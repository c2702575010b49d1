import type { ClassOccurrence, ReservationStatus } from '@chuckkey/core';
import { useState } from 'react';
import { Button } from '../../../components/ui/button';
import { ConfirmDialog } from '../../../components/ui/confirm-dialog';
import { errorMessage } from '../../../lib/api-client';
import { spanLabel } from '../../../lib/shop-clock';

interface ClassOccurrencesProps {
  occurrences: readonly ClassOccurrence[];
  timeZone: string;
  now: Date;
  /** Whether the reader may call meetings off: the class's instructor or an admin. */
  canCancel: boolean;
  onCancel: (reservationId: string) => Promise<unknown>;
}

const statusWords: Record<ReservationStatus, string> = {
  active: 'Held',
  checked_in: 'Under way',
  cancelled: 'Cancelled',
  released: 'Freed for others',
  no_show: 'Not held',
};

/** Every meeting of the class in order; one still to come can be called off on its own. */
export function ClassOccurrences({ occurrences, timeZone, now, canCancel, onCancel }: ClassOccurrencesProps) {
  const [cancelling, setCancelling] = useState<ClassOccurrence | null>(null);
  const [pending, setPending] = useState(false);
  const [error, setError] = useState<string | null>(null);
  const sorted = [...occurrences].sort((a, b) => Date.parse(a.startsAt) - Date.parse(b.startsAt));
  const label = (occurrence: ClassOccurrence) => spanLabel(new Date(occurrence.startsAt), new Date(occurrence.endsAt), timeZone);

  async function confirm() {
    if (!cancelling) return;
    setPending(true);
    setError(null);
    try {
      await onCancel(cancelling.reservationId);
      setCancelling(null);
    } catch (caught) {
      setError(errorMessage(caught));
    } finally {
      setPending(false);
    }
  }

  return (
    <>
      <ol aria-label="Meetings" className="flex flex-col divide-y divide-neutral-200">
        {sorted.map((occurrence) => {
          const cancellable = canCancel && occurrence.status === 'active' && Date.parse(occurrence.startsAt) > now.getTime();
          return (
            <li key={occurrence.reservationId} className="flex flex-wrap items-center justify-between gap-2 py-2">
              <span className="flex flex-col">
                <span className="font-bold text-neutral-900">{label(occurrence)}</span>
                <span className="text-sm text-neutral-700">{statusWords[occurrence.status]}</span>
              </span>
              {cancellable && (
                <Button variant="secondary" aria-label={`Cancel the meeting on ${label(occurrence)}`} onClick={() => setCancelling(occurrence)}>
                  Cancel
                </Button>
              )}
            </li>
          );
        })}
      </ol>
      <ConfirmDialog
        open={cancelling !== null}
        title="Cancel this meeting?"
        confirmLabel="Cancel meeting"
        confirmVariant="danger"
        pending={pending}
        error={error}
        onConfirm={() => void confirm()}
        onCancel={() => {
          setCancelling(null);
          setError(null);
        }}
      >
        {cancelling && `The machine is free again on ${label(cancelling)}; the class's other meetings stay.`}
      </ConfirmDialog>
    </>
  );
}
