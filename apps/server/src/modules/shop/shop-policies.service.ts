import type { ShopPolicies } from '@chuckkey/core';
import type { Deps } from '../../lib/deps';
import { auditLog } from '../audit/audit.repository';
import { shopPoliciesRepository } from './shop-policies.repository';

/** The shop's policies that clearance reads (rule 8), as Setup edits them. */
export function shopPoliciesService({ db }: Deps) {
  return {
    async get(): Promise<ShopPolicies> {
      return shopPoliciesRepository(db).get();
    },

    /** Replaces the policies, with their before and after in the audit log. */
    async replace(actor: Express.User, input: ShopPolicies): Promise<ShopPolicies> {
      return db.transaction(async (trx) => {
        const repository = shopPoliciesRepository(trx);
        const before = await repository.getForUpdate();
        await repository.replace(input);
        await auditLog(trx).record({ actorId: actor.id, action: 'shop.policies_changed', entity: 'shop', entityId: '1', details: { before, after: input } });
        return repository.get();
      });
    },
  };
}
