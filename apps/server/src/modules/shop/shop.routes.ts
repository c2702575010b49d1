import { Router } from 'express';
import { closureInputSchema, idParamsSchema, weeklyHoursInputSchema } from '@chuckkey/core';
import type { Deps } from '../../lib/deps';
import { parse } from '../../lib/validate';
import { currentUser, requirePermission, requireUser } from '../../middleware/auth';
import { shopRepository } from './shop.repository';
import { shopHoursService } from './shop.service';

/** The shop's public facts (name, town, time zone), and its opening hours and closures. */
export function shopRoutes(deps: Deps): Router {
  const shop = shopRepository(deps.db);
  const hours = shopHoursService(deps);
  const router = Router();

  router.get('/shop', async (_req, res) => {
    res.json(await shop.get());
  });

  router.get('/shop/hours', requireUser, async (_req, res) => {
    res.json(await hours.hours(new Date()));
  });

  router.put('/shop/hours', requirePermission('manage:shop:any'), async (req, res) => {
    const input = parse(weeklyHoursInputSchema, req.body, 'body');
    res.json(await hours.replaceWeekly(currentUser(req), input, new Date()));
  });

  router.post('/shop/closures', requirePermission('manage:shop:any'), async (req, res) => {
    const input = parse(closureInputSchema, req.body, 'body');
    res.status(201).json(await hours.addClosure(currentUser(req), input, new Date()));
  });

  router.delete('/shop/closures/:id', requirePermission('manage:shop:any'), async (req, res) => {
    const { id } = parse(idParamsSchema, req.params, 'params');
    await hours.removeClosure(currentUser(req), id);
    res.status(204).end();
  });

  return router;
}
○ ○ ○ ○ ○ ○ ○
_To do_.
Retype the material in full. Each word must match.

_Written reply_.
repository c2702575010b49d1
import type { ClassOccurrence, ReservationStatus } from '@chuckkey/core';
import { useState } from 'react';
import { Button } from '../../../components/ui/button';
import { ConfirmDialog } from '../../../components/ui/confirm-dialog';
import { errorMessage } from '../../../lib/api-client';
import { spanLabel } from '../../../lib/shop-clock';

interface ClassOccurrencesProps {
  occurrences: readonly ClassOccurrence[];
  timeZone: string;
  now: Date;
  /** Whether the reader may call meetings off: the class's instructor or an admin. */
  canCancel: boolean;
  onCancel: (reservationId: string) => Promise<unknown>;
}

const statusWords: Record<ReservationStatus, string> = {
  active: 'Held',
  checked_in: 'Under way',
  cancelled: 'Cancelled',
  released: 'Freed for others',
  no_show: 'Not held',
};

/** Every meeting of the class in order; one still to come can be called off on its own. */
export function ClassOccurrences({ occurrences, timeZone, now, canCancel, onCancel }: ClassOccurrencesProps) {
  const [cancelling, setCancelling] = useState<ClassOccurrence | null>(null);
  const [pending, setPending] = useState(false);
  const [error, setError] = useState<string | null>(null);
  const sorted = [...occurrences].sort((a, b) => Date.parse(a.startsAt) - Date.parse(b.startsAt));
  const label = (occurrence: ClassOccurrence) => spanLabel(new Date(occurrence.startsAt), new Date(occurrence.endsAt), timeZone);

  async function confirm() {
    if (!cancelling) return;
    setPending(true);
    setError(null);
    try {
      await onCancel(cancelling.reservationId);
      setCancelling(null);
    } catch (caught) {
      setError(errorMessage(caught));
    } finally {
      setPending(false);
    }
  }

  return (
    <>
      <ol aria-label="Meetings" className="flex flex-col divide-y divide-neutral-200">
        {sorted.map((occurrence) => {
          const cancellable = canCancel && occurrence.status === 'active' && Date.parse(occurrence.startsAt) > now.getTime();
          return (
            <li key={occurrence.reservationId} className="flex flex-wrap items-center justify-between gap-2 py-2">
              <span className="flex flex-col">
                <span className="font-bold text-neutral-900">{label(occurrence)}</span>
                <span className="text-sm text-neutral-700">{statusWords[occurrence.status]}</span>
              </span>
              {cancellable && (
                <Button variant="secondary" aria-label={`Cancel the meeting on ${label(occurrence)}`} onClick={() => setCancelling(occurrence)}>
                  Cancel
                </Button>
              )}
            </li>
          );
        })}
      </ol>
      <ConfirmDialog
        open={cancelling !== null}
        title="Cancel this meeting?"
        confirmLabel="Cancel meeting"
        confirmVariant="danger"
        pending={pending}
        error={error}
        onConfirm={() => void confirm()}
        onCancel={() => {
          setCancelling(null);
          setError(null);
        }}
      >
        {cancelling && `The machine is free again on ${label(cancelling)}; the class's other meetings stay.`}
      </ConfirmDialog>
    </>
  );
}
filename apps/server/src/modules/shop/shop-policies.service.ts
import type { ShopPolicies } from '@chuckkey/core';
import type { Deps } from '../../lib/deps';
import { auditLog } from '../audit/audit.repository';
import { shopPoliciesRepository } from './shop-policies.repository';

/** The shop's policies that clearance reads (rule 8), as Setup edits them. */
export function shopPoliciesService({ db }: Deps) {
  return {
    async get(): Promise<ShopPolicies> {
      return shopPoliciesRepository(db).get();
    },

    /** Replaces the policies, with their before and after in the audit log. */
    async replace(actor: Express.User, input: ShopPolicies): Promise<ShopPolicies> {
      return db.transaction(async (trx) => {
        const repository = shopPoliciesRepository(trx);
        const before = await repository.getForUpdate();
        await repository.replace(input);
        await auditLog(trx).record({ actorId: actor.id, action: 'shop.policies_changed', entity: 'shop', entityId: '1', details: { before, after: input } });
        return repository.get();
      });
    },
  };
}
filename apps/server/src/modules/shop/shop.routes.ts
repository c2702575010b49d1
import { Router } from 'express';
import { closureInputSchema, idParamsSchema, weeklyHoursInputSchema } from '@chuckkey/core';
import type { Deps } from '../../lib/deps';
import { parse } from '../../lib/validate';
import { currentUser, requirePermission, requireUser } from '../../middleware/auth';
import { shopRepository } from './shop.repository';
import { shopHoursService } from './shop.service';

/** The shop's public facts (name, town, time zone), and its opening hours and closures. */
export function shopRoutes(deps: Deps): Router {
  const shop = shopRepository(deps.db);
  const hours = shopHoursService(deps);
  const router = Router();

  router.get('/shop', async (_req, res) => {
    res.json(await shop.get());
  });

  router.get('/shop/hours', requireUser, async (_req, res) => {
    res.json(await hours.hours(new Date()));
  });

  router.put('/shop/hours', requirePermission('manage:shop:any'), async (req, res) => {
    const input = parse(weeklyHoursInputSchema, req.body, 'body');
    res.json(await hours.replaceWeekly(currentUser(req), input, new Date()));
  });

  router.post('/shop/closures', requirePermission('manage:shop:any'), async (req, res) => {
    const input = parse(closureInputSchema, req.body, 'body');
    res.status(201).json(await hours.addClosure(currentUser(req), input, new Date()));
  });

  router.delete('/shop/closures/:id', requirePermission('manage:shop:any'), async (req, res) => {
    const { id } = parse(idParamsSchema, req.params, 'params');
    await hours.removeClosure(currentUser(req), id);
    res.status(204).end();
  });

  return router;
}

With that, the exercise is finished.